John
John

Reputation: 11

How does the Date.getDate() function work?

I'm planning to write a couple of date util functions for my project, but cannot understand why Date.prototype.getDate is returning weird numbers. For example:

I ran the following code:

alert(new Date(2019, 04, 00).getDate());

In my head I was expecting to receive 31 (the number of days of May), but received 30!

The same happened with the following snippet:

alert(new Date('2019-04-01').getDate());

In this case, I was expecting to receive 1 because according to the documentation I found in MDN:

The getDate() method returns the day of the month for the specified date according to local time.

But instead received 31!

And finally, when ran:

alert(new Date('2019-04-02').getDate());

I was expecting to see 2, but saw 1! (which has nothing to do with the previous logic!)

What am I doing wrong?

Upvotes: 1

Views: 685

Answers (3)

RobG
RobG

Reputation: 147553

The code:

new Date(2019, 04, 00)

will produce a date for the zeroth day of May, 2019 which is interpreted as the last day of April, which is the 30th, so:

new Date(2019, 04, 00).getDate()

returns 30.

In:

new Date('2019-04-01')

the string is (illogically) parsed as UTC. The getDate method uses the host timezone setting to determine the local date, so:

new Date('2019-04-01').getDate()

might return 1 (April) or 31 (March) depending on whether the host timezone offset is positive or negative respectively.

E.g. for a user at UTC +0530 the local date will be 2019-04-01 05:30:00, but for a user at UTC -0400 the local date will be 2019-03-31 20:00:00.

Upvotes: 0

Jack Bashford
Jack Bashford

Reputation: 44145

For the first case, you're getting 30 because you're checking the number of days in the 4th month - April.

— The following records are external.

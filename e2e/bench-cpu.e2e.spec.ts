import { choose, driftShare, studioIdOf, thirdPartyArtworks, uploadArtwork, waitForDraw } from './bench-helpers';
import { CHROMIUM } from './chromium';
import { expect, signIn, test } from './fixtures';

// The same browser without WebGL: the bench must draw the same picture from the CPU pipeline.
test.use({
  launchOptions: { ...CHROMIUM, args: [...CHROMIUM.args, '--disable-webgl', '--disable-webgl2'] },
});

test('without WebGL the CPU fallback draws the reference picture, with a notice', async ({ page, guard }, testInfo) => {
  void guard;
  await signIn(page, 'editor@kilnquartz.example', 'amber-glow-demo');
  await expect(page).toHaveURL(/\/bench/);
  const studioId = studioIdOf(page.url());
  const [, trophy] = await thirdPartyArtworks(page);
  const id = await uploadArtwork(page, studioId, `cpu-trophy-${Date.now().toString(36)}`, trophy.bytes);
  await page.goto(`/studios/${studioId}/bench?artwork=${id}`);
  await waitForDraw(page, 0);
  await expect(page.getByText('WebGL2 is not available here')).toBeVisible();
  await expect(page.getByTestId('cpu-canvas')).toBeVisible();
  expect(await driftShare(page)).toBe(0);
  await choose(page, 'Panel type', 'Monochrome CRT, green (P1-like)');
  await waitForDraw(page, 1);
  expect(await driftShare(page)).toBe(0);
  await page.screenshot({ path: testInfo.outputPath('bench-cpu.png') });
});
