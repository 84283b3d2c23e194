import { DatePipe } from '@angular/common';
import { ChangeDetectionStrategy, Component, inject, input, resource, signal } from '@angular/core';
import { MatButtonModule } from '@angular/material/button';
import { MatFormFieldModule } from '@angular/material/form-field';
import { MatIconModule } from '@angular/material/icon';
import { MatSelectModule } from '@angular/material/select';
import { MatSnackBar } from '@angular/material/snack-bar';
import type { ExportDto } from '@shared/api/export.schema';
import { apiErrorMessage } from '../../core/api-error';
import { StudioContext } from '../studio/studio-context';
import { ExportApi } from './export-api';

/** An export's read-only share links: make one (with an expiry), copy it once, revoke any. */
@Component({
  selector: 'em-export-links',
  imports: [DatePipe, MatButtonModule, MatFormFieldModule, MatIconModule, MatSelectModule],
  template: `
    <div class="make">
      <mat-form-field appearance="outline" subscriptSizing="dynamic">
        <mat-label>Link works for</mat-label>
        <mat-select [value]="days()" (selectionChange)="days.set($event.value)">
          <mat-option [value]="1">1 day</mat-option>
          <mat-option [value]="7">7 days</mat-option>
          <mat-option [value]="30">30 days</mat-option>
          <mat-option [value]="0">Until revoked</mat-option>
        </mat-select>
      </mat-form-field>
      <button mat-stroked-button type="button" (click)="make()" [disabled]="busy()"><mat-icon>add_link</mat-icon> New share link</button>
    </div>
    @if (madeUrl(); as url) {
      <div class="made" role="status">
        <input readonly [value]="url" aria-label="The new share link (shown once)" #field (focus)="field.select()" />
        <button mat-flat-button type="button" (click)="copy(url)"><mat-icon>content_copy</mat-icon> Copy</button>
      </div>
      <p class="hint">
        Anyone with this link sees the export read-only and can download its files, without an account. It is shown only now.
      </p>
    }
    @if (links.hasValue() && links.value().length) {
      <ul class="links" aria-label="Share links">
        @for (l of links.value(); track l.id) {
          <li [class.gone]="l.revokedAt">
            <span
              >Made {{ l.createdAt | date: 'medium' }} ·
              {{ l.revokedAt ? 'revoked' : l.expiresAt ? 'works until ' + (l.expiresAt | date: 'medium') : 'works until revoked' }}</span
            >
            @if (!l.revokedAt) {
              <button
                mat-button
                type="button"
                (click)="revoke(l.id)"
                [attr.aria-label]="'Revoke the link made ' + (l.createdAt | date: 'medium')"
              >
                <mat-icon>link_off</mat-icon> Revoke
              </button>
            }
          </li>
        }
      </ul>
    }
  `,
  styles: `
    :host {
      display: block;
      padding: 8px 0;
      border-top: 1px solid var(--mat-sys-outline-variant);
      margin-top: 8px;
    }
    .make,
    .made {
      display: flex;
      flex-wrap: wrap;
      gap: 8px;
      align-items: center;
    }
    .made {
      margin-top: 8px;
    }
    .made input {
      flex: 1 1 260px;
      min-width: 0;
      font: var(--mat-sys-body-small);
      padding: 8px;
      background: var(--mat-sys-surface-container-highest);
      color: var(--mat-sys-on-surface);
      border: 1px solid var(--mat-sys-primary);
      border-radius: 4px;
    }
    .hint,
    .links {
      font: var(--mat-sys-body-small);
      color: var(--mat-sys-on-surface-variant);
    }
    .links {
      list-style: none;
      padding: 0;
      margin: 8px 0 0;
    }
    .links li {
      display: flex;
      flex-wrap: wrap;
      justify-content: space-between;
      align-items: center;
      gap: 4px 8px;
    }
    .links li.gone {
      opacity: 0.6;
    }
  `,
  changeDetection: ChangeDetectionStrategy.OnPush,
})
export class ExportLinks {
  private readonly api = inject(ExportApi);
  private readonly snackBar = inject(MatSnackBar);
  private readonly context = inject(StudioContext);

  readonly export = input.required<ExportDto>();

  protected readonly days = signal(7);
  protected readonly busy = signal(false);
  protected readonly madeUrl = signal('');
  protected readonly links = resource({
    params: () => ({ studioId: this.context.studioId(), id: this.export().id }),
    loader: ({ params }) => this.api.links(params.studioId, params.id),
  });

  protected async make(): Promise<void> {
    this.busy.set(true);
    try {
      const link = await this.api.createLink(this.context.studioId(), this.export().id, this.days() || null);
      this.madeUrl.set(link.url ?? '');
      this.links.reload();
    } catch (err) {
      this.snackBar.open(apiErrorMessage(err), 'Dismiss', { duration: 8000 });
    } finally {
      this.busy.set(false);
    }
  }

  protected async copy(url: string): Promise<void> {
    try {
      await navigator.clipboard.writeText(url);
      this.snackBar.open('Link copied.', undefined, { duration: 2500 });
    } catch {
      this.snackBar.open('The browser did not allow copying: select the link and copy it by hand.', 'Dismiss', { duration: 6000 });
    }
  }

  protected async revoke(linkId: string): Promise<void> {
    try {
      await this.api.revokeLink(this.context.studioId(), this.export().id, linkId);
      this.snackBar.open('Link revoked: it no longer opens anything.', undefined, { duration: 3000 });
      this.links.reload();
    } catch (err) {
      this.snackBar.open(apiErrorMessage(err), 'Dismiss', { duration: 8000 });
    }
  }
}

May is the 5th month. Here's a demo - with February as the 2nd month as well:

console.log(new Date(2019, 04, 00).getDate());
console.log(new Date(2019, 05, 00).getDate());
console.log(new Date(2019, 02, 00).getDate());

The second case does actually produce 1:

console.log(new Date('2019-04-01').getDate());

And the third case does actually produce 2:

console.log(new Date('2019-04-02').getDate());

Upvotes: 0

Pointy
Pointy

Reputation: 414086

The Date methods "fix" weird non-real dates. If you set the date (day-of-month) to zero, you get the last day of the previous month. All of the setter methods behave similarly.

Note also that months are numbered from zero: January is 0, not 1.